Work request
Could you print every line from the first one of the records below through the line containing "readonly mae: number;", with both included and nothing else?

Source material

====

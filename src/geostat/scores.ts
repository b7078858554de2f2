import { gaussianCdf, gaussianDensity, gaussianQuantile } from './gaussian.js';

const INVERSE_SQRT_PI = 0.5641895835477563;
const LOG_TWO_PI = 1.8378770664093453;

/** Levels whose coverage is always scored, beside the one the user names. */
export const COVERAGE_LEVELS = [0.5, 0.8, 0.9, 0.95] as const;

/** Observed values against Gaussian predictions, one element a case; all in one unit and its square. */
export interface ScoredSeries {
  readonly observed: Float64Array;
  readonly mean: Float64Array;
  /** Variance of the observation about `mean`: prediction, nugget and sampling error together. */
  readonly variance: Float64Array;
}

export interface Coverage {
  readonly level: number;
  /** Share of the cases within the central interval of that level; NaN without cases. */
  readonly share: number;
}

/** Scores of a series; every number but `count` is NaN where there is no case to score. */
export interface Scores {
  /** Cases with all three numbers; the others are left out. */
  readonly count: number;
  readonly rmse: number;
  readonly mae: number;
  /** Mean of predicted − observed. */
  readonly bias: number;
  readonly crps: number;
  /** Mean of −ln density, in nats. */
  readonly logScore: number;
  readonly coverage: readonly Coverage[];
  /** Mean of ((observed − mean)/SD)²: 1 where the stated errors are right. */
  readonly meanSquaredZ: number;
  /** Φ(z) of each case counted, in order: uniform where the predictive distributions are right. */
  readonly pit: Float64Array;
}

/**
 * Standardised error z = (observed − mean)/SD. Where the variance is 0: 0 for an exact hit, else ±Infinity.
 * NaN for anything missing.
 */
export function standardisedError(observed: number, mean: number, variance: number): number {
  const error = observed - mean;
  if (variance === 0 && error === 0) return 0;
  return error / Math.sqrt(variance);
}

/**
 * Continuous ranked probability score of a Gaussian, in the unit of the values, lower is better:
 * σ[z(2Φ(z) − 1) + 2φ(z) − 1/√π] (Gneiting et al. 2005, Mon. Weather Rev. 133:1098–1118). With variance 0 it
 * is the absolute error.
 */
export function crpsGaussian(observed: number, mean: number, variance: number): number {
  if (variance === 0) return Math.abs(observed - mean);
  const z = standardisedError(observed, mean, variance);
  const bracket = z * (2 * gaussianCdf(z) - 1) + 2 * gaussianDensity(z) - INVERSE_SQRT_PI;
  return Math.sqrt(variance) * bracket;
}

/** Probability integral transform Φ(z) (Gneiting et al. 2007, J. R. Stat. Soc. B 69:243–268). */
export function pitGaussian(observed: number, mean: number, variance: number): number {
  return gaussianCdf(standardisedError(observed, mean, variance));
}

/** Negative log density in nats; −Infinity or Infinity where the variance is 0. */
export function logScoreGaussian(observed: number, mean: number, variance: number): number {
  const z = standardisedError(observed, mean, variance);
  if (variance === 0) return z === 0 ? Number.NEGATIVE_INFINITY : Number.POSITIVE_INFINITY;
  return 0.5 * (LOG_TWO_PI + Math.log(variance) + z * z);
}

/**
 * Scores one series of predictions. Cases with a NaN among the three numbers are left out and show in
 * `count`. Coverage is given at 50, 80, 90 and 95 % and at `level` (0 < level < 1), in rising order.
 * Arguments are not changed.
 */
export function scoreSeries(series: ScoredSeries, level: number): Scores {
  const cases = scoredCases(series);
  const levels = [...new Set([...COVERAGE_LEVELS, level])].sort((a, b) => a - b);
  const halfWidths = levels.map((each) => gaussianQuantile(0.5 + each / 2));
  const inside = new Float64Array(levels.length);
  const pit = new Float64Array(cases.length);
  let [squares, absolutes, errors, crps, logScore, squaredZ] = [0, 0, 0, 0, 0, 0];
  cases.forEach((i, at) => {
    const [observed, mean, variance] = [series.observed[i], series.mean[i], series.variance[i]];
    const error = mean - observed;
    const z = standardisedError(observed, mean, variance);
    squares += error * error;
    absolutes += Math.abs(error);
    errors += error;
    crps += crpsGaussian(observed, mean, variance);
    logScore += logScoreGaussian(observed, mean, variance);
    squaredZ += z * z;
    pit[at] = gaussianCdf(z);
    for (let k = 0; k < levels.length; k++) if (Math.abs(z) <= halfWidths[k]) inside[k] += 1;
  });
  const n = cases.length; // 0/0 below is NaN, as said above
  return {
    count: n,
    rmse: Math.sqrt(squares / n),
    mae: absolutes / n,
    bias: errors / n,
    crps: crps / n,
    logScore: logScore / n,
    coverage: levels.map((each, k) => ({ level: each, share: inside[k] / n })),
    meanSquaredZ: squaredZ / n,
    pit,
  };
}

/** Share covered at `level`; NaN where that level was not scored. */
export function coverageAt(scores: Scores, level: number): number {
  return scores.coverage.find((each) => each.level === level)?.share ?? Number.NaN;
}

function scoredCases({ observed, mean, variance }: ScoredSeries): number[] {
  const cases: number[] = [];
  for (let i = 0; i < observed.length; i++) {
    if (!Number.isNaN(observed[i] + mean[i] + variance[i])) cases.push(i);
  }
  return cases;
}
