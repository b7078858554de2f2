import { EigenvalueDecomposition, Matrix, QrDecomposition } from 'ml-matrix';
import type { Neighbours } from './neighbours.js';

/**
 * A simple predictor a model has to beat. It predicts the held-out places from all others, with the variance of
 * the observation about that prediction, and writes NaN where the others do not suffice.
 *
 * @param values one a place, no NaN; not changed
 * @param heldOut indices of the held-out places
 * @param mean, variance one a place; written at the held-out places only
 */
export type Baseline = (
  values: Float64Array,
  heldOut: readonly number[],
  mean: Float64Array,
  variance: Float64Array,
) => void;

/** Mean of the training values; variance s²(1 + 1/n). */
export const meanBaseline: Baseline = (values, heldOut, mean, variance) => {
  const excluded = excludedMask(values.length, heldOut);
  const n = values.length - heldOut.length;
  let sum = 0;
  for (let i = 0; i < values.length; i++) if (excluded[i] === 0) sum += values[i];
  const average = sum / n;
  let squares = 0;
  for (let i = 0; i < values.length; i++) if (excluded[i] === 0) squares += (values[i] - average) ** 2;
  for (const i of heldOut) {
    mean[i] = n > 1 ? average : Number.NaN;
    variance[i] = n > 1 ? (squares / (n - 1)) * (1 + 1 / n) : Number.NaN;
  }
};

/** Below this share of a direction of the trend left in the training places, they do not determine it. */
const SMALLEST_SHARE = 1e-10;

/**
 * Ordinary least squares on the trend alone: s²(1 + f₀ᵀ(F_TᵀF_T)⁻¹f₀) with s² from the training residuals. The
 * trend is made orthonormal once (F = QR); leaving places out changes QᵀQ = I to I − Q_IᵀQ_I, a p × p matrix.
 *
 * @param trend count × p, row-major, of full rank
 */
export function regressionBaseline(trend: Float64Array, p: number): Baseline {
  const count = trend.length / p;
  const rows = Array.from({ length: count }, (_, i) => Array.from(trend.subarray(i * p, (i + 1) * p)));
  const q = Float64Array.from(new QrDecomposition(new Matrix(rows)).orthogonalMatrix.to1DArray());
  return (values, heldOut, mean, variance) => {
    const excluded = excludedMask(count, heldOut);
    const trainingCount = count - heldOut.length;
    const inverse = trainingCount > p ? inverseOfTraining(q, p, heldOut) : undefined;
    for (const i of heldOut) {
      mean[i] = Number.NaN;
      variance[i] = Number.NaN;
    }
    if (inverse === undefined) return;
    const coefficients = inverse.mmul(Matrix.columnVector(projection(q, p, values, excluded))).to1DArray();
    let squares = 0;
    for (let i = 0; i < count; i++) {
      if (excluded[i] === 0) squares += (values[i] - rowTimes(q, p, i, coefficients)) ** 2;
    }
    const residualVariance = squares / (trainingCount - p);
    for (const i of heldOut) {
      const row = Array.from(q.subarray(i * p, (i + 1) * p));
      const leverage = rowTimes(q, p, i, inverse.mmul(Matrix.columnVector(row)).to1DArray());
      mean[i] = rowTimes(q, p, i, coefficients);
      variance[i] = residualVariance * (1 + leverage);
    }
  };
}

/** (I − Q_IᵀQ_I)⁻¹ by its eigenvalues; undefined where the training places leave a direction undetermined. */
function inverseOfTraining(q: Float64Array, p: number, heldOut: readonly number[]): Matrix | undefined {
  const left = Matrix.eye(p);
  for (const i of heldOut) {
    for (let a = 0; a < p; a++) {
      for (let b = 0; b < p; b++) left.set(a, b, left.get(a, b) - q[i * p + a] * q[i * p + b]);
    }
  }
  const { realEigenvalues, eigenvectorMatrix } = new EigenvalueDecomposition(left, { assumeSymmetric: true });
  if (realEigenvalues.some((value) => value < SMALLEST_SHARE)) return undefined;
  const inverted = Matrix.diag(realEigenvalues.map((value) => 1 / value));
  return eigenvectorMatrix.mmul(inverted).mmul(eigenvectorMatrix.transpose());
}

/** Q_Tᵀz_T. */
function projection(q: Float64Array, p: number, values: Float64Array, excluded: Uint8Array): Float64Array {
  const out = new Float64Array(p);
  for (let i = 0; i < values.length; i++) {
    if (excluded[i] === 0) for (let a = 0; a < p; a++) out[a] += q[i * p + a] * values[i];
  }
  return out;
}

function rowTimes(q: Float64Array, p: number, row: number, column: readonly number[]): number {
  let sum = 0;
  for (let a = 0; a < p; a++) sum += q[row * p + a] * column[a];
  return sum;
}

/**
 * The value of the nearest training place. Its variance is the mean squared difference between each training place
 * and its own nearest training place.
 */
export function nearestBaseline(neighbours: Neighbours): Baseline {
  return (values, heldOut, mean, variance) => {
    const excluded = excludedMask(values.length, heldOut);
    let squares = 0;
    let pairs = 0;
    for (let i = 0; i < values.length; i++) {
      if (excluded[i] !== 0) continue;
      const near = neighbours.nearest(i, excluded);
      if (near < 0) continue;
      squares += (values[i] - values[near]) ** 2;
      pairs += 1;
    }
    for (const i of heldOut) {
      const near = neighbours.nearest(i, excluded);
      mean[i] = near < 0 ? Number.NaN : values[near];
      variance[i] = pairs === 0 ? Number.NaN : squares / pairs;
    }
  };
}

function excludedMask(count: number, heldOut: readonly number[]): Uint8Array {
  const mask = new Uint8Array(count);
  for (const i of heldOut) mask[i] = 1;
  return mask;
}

====

Written solution
filename src/geostat/scores.ts
repository b7078858554de2f2
import { gaussianCdf, gaussianDensity, gaussianQuantile } from './gaussian.js';

const INVERSE_SQRT_PI = 0.5641895835477563;
const LOG_TWO_PI = 1.8378770664093453;

/** Levels whose coverage is always scored, beside the one the user names. */
export const COVERAGE_LEVELS = [0.5, 0.8, 0.9, 0.95] as const;

/** Observed values against Gaussian predictions, one element a case; all in one unit and its square. */
export interface ScoredSeries {
  readonly observed: Float64Array;
  readonly mean: Float64Array;
  /** Variance of the observation about `mean`: prediction, nugget and sampling error together. */
  readonly variance: Float64Array;
}

export interface Coverage {
  readonly level: number;
  /** Share of the cases within the central interval of that level; NaN without cases. */
  readonly share: number;
}

/** Scores of a series; every number but `count` is NaN where there is no case to score. */
export interface Scores {
  /** Cases with all three numbers; the others are left out. */
  readonly count: number;
  readonly rmse: number;
  readonly mae: number;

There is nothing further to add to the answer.